[Stored data]
******

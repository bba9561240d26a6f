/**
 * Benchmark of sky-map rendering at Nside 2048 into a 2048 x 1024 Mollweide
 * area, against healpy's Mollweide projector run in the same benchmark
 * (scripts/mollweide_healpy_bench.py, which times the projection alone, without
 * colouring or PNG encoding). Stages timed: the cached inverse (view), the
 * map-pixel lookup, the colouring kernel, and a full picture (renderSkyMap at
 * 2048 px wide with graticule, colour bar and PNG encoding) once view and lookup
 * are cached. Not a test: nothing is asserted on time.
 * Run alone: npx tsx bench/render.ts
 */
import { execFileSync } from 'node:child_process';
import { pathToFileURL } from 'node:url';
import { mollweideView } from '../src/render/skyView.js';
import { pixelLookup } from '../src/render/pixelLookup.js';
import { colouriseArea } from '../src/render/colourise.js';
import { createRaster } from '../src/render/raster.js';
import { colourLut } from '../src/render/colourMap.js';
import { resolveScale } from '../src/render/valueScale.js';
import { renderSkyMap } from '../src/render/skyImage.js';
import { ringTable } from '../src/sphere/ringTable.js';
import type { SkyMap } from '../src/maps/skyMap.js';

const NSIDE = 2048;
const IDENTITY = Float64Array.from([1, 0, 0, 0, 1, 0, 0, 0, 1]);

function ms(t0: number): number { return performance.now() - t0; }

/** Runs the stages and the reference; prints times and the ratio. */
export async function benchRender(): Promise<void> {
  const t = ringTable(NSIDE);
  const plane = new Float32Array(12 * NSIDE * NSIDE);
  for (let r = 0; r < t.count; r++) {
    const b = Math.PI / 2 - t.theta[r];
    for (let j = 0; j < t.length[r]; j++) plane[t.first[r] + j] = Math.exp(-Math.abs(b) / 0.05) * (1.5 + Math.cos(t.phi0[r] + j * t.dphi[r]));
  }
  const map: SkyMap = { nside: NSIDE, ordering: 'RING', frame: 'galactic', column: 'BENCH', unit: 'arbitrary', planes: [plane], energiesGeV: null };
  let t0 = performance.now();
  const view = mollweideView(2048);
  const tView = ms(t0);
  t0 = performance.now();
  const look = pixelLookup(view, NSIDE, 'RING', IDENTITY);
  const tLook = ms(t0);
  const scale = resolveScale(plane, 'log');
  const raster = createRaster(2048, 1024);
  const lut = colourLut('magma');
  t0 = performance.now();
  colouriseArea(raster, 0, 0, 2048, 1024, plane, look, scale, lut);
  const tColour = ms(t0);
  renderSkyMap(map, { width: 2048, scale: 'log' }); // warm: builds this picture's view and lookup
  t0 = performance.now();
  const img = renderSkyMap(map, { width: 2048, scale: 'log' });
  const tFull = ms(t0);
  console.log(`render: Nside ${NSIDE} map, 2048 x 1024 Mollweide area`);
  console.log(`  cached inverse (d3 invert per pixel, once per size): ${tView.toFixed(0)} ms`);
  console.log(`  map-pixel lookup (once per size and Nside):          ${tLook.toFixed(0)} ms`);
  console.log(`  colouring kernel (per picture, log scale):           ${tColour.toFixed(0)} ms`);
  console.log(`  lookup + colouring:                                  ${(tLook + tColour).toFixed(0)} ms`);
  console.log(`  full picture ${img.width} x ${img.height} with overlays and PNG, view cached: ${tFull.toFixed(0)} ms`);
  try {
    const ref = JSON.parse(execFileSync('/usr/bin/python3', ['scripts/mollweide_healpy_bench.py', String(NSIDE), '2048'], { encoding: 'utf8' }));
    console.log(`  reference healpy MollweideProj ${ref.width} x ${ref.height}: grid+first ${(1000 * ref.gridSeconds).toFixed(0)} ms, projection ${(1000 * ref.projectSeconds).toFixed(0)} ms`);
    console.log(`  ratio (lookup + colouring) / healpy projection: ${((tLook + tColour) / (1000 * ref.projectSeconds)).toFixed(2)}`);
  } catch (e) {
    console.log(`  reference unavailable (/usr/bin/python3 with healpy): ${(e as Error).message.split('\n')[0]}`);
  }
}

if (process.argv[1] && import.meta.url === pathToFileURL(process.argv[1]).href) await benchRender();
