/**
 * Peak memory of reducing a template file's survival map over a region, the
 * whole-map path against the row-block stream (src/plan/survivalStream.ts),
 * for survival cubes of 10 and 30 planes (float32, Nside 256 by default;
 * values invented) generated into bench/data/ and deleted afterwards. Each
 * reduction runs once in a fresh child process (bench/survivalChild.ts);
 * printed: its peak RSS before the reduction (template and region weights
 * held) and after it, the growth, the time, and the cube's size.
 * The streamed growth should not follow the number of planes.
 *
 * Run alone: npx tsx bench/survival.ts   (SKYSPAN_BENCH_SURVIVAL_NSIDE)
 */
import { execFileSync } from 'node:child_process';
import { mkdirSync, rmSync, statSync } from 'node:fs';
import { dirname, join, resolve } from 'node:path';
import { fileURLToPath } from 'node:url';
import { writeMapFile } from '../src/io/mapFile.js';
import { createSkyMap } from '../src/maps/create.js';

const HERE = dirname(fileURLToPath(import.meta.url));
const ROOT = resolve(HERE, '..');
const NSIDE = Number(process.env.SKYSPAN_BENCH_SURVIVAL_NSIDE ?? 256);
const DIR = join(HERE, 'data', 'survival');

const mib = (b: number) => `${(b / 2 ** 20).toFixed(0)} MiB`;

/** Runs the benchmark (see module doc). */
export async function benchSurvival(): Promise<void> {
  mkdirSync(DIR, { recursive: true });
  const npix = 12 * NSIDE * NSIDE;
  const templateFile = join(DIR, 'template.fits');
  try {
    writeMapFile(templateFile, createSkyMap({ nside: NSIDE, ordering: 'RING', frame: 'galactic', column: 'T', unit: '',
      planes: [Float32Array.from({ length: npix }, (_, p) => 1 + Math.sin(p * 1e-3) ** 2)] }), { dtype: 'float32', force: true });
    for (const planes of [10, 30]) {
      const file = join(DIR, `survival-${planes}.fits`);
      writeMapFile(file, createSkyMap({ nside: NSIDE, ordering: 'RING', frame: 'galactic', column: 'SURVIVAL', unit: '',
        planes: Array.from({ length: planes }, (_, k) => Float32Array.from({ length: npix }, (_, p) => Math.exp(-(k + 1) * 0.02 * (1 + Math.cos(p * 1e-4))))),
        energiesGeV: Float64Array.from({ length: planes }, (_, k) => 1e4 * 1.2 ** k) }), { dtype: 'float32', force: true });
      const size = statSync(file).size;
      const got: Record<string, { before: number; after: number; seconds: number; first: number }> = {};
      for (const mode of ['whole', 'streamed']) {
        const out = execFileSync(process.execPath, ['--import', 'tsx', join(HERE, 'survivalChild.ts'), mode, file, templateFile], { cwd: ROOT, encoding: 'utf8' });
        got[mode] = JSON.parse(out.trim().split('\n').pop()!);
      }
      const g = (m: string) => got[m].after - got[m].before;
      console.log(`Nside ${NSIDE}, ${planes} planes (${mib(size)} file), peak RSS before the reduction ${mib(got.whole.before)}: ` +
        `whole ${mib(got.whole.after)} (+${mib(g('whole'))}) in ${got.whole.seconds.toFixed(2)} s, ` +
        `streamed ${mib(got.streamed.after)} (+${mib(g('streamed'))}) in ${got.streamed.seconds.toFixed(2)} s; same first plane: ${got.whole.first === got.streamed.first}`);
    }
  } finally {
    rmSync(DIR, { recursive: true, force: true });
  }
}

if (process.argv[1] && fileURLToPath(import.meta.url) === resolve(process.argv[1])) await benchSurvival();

******

EXERCISE DESCRIPTION
Out of the data above, give again only the lines starting at the one holding "once view and lookup" and ending at the one holding "1, 0, 0, 0, 1]);", unchanged.

TASK OUTPUT
 * 2048 px wide with graticule, colour bar and PNG encoding) once view and lookup
 * are cached. Not a test: nothing is asserted on time.
 * Run alone: npx tsx bench/render.ts
 */
import { execFileSync } from 'node:child_process';
import { pathToFileURL } from 'node:url';
import { mollweideView } from '../src/render/skyView.js';
import { pixelLookup } from '../src/render/pixelLookup.js';
import { colouriseArea } from '../src/render/colourise.js';
import { createRaster } from '../src/render/raster.js';
import { colourLut } from '../src/render/colourMap.js';
import { resolveScale } from '../src/render/valueScale.js';
import { renderSkyMap } from '../src/render/skyImage.js';
import { ringTable } from '../src/sphere/ringTable.js';
import type { SkyMap } from '../src/maps/skyMap.js';

const NSIDE = 2048;
const IDENTITY = Float64Array.from([1, 0, 0, 0, 1, 0, 0, 0, 1]);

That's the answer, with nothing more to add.